What’s coming: traces
Trace ingestion is the next major capability on the OTLP backend, and the most-asked-about. End-to-end request visualization, trace-to-metric correlation, and unified analysis across metrics, logs, and traces are in active design. Once it ships, you’ll be able to follow a slow API call from the OTel trace through the database query metrics causing it down to the disk I/O on the underlying node, in one workflow. Design partner discussions are open if your team is standardizing on OpenTelemetry traces in production and wants input on how the experience comes together.

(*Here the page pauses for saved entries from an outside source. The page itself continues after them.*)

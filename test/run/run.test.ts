import { beforeEach, describe, expect, it, vi } from 'vitest'
import type { Job, Task, TaskResult } from '../../src/core'
import { openPool } from '../../src/run/pool'
import { run, type Progress } from '../../src/run/run'
import { memoryStore, type Store } from '../../src/run/store'
import type { TaskWorker } from '../../src/run/taskWorker'
import { longTask, shortTask } from './fakes'

/** The core as the run sees it: two rounds, the second known only when the first is done. */
const core = vi.hoisted(() => ({
  rounds: [] as Task[][],
  computed: [] as string[],
  result: (name: string): unknown => ({ kind: 'polar', polar: { name } }),
}))

vi.mock('../../src/core', () => ({
  taskKey: (task: Task) => task.section.name,
  nextTasks: (_job: Job, known: ReadonlyMap<string, TaskResult>) => {
    const round = core.rounds.find((tasks) => tasks.some((task) => !known.has(task.section.name)))
    return round ?? []
  },
  runTask: (task: Task) => {
    core.computed.push(task.section.name)
    if (task.section.name.startsWith('bad')) throw new Error('a fault of ours')
    return core.result(task.section.name)
  },
}))

const job = { method: 'panel' } as unknown as Job

/** A worker that answers after a while of its own, so that tasks end in another order than they began. */
function slowWorker(delay: (name: string) => number): TaskWorker {
  return {
    run: (task) =>
      new Promise((resolve) => {
        const name = task.section.name
        setTimeout(() => resolve(core.result(name) as TaskResult), delay(name))
      }),
    terminate: () => {},
  }
}

function options(
  workers = 1,
  delay: (name: string) => number = () => 0,
): { pool: () => ReturnType<typeof openPool>; store: Store; signal: AbortSignal } {
  const pool = openPool(() => slowWorker(delay), workers)
  return { pool: () => pool, store: memoryStore(99), signal: new AbortController().signal }
}

beforeEach(() => {
  core.rounds = [[shortTask('a'), shortTask('b')], [shortTask('c')]]
  core.computed = []
})

describe('a run', () => {
  it('asks again until nothing more is needed, and reports how far it is', async () => {
    const seen: Progress[] = []
    const known = await run(job, { ...options(), onResult: (_known, progress) => seen.push(progress) })
    expect([...known.keys()].sort()).toEqual(['a', 'b', 'c'])
    expect(seen.map(({ done, asked }) => [done, asked])).toEqual([
      [1, 2],
      [2, 2],
      [3, 3],
    ])
  })

  it('shares a task that several entries of a long job need', async () => {
    const viscous = { method: 'viscous', entries: [{}, {}, {}] } as unknown as Job
    core.rounds = [[longTask('a'), longTask('b')], [longTask('c')]]
    const ran: string[] = []
    const known = await run(
      viscous,
      options(2, (name) => (ran.push(name), name === 'a' ? 20 : 1)),
    )
    expect(ran.sort()).toEqual(['a', 'b', 'c'])
    expect(known.size).toBe(3)
  })

  it('computes a task that is named twice once', async () => {
    core.rounds = [[shortTask('a'), shortTask('a')]]
    await run(job, options())
    expect(core.computed).toEqual(['a'])
  })

  it('does not compute what the store knows', async () => {
    const given = options()
    await run(job, given)
    core.computed = []
    const again = await run(job, given)
    expect(core.computed).toEqual([])
    expect(again.size).toBe(3)
  })

  it('runs the lower priority number first', async () => {
    await run(job, { ...options(), priority: (task) => (task.section.name === 'b' ? 0 : 1) })
    expect(core.computed).toEqual(['b', 'a', 'c'])
  })

  it('knows the same whatever the number of workers and the order in which they finish', async () => {
    const names = ['a', 'b', 'c', 'd', 'e']
    core.rounds = [names.map(longTask), [longTask('f'), shortTask('g')]]
    const sorted = async (workers: number, delay: (name: string) => number): Promise<unknown> =>
      [...(await run(job, options(workers, delay)))].sort(([a], [b]) => (a < b ? -1 : 1))
    const alone = await sorted(1, () => 0)
    expect(await sorted(3, (name) => 10 - names.indexOf(name) * 2)).toEqual(alone)
    expect(await sorted(8, () => 1)).toEqual(alone)
  })

  it('opens no pool for short tasks', async () => {
    const pool = vi.fn(options().pool)
    await run(job, { ...options(), pool })
    expect(pool).not.toHaveBeenCalled()
  })

  it('marks a task whose computation breaks and does the rest, but keeps no failure in the store', async () => {
    core.rounds = [[shortTask('bad'), shortTask('a')]]
    const given = options()
    const known = await run(job, given)
    expect(known.get('bad')).toEqual({
      kind: 'failed',
      reason: 'the computation ended unexpectedly (a fault of ours)',
    })
    expect(known.has('a')).toBe(true)
    expect(await given.store.get('bad')).toBeNull()
  })

  it('rejects when cancelled and says nothing after that', async () => {
    const cancel = new AbortController()
    core.rounds = [['a', 'b', 'c'].map(longTask)]
    let calls = 0
    const running = run(job, {
      ...options(1, () => 5),
      signal: cancel.signal,
      onResult: () => {
        calls++
        cancel.abort()
      },
    })
    await expect(running).rejects.toThrow()
    await new Promise((resolve) => setTimeout(resolve, 40))
    expect(calls).toBe(1)
  })
})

Skills for AI coding agents
If you want your AI coding agent to handle the Collector setup, netdata/skills is an open-source skill pack for Claude Code, Cursor, Copilot, and other tools. It covers Collector pipeline construction, application instrumentation across seven languages, and Netdata-side configuration. Combined with Netdata’s MCP server, an agent can configure the pipeline and then verify via live queries that metrics actually arrived, in one workflow.
Getting started
If you’re already running Netdata, OTLP ingestion is included in the standard distribution. Install the OpenTelemetry Collector Contrib distribution, point its OTLP exporter at Netdata, and data starts flowing. The full configuration reference lives in the OpenTelemetry plugin documentation, and the otelcol-cookbook has working pipeline configurations for the common patterns.
If you’re evaluating OTLP backends, the things worth comparing against incumbents: per-second granularity (most backends aggregate to 15s/30s/60s), pricing model (flat-rate vs per-metric), ML anomaly detection coverage, infrastructure correlation, and where the data physically lives (edge vs vendor cloud).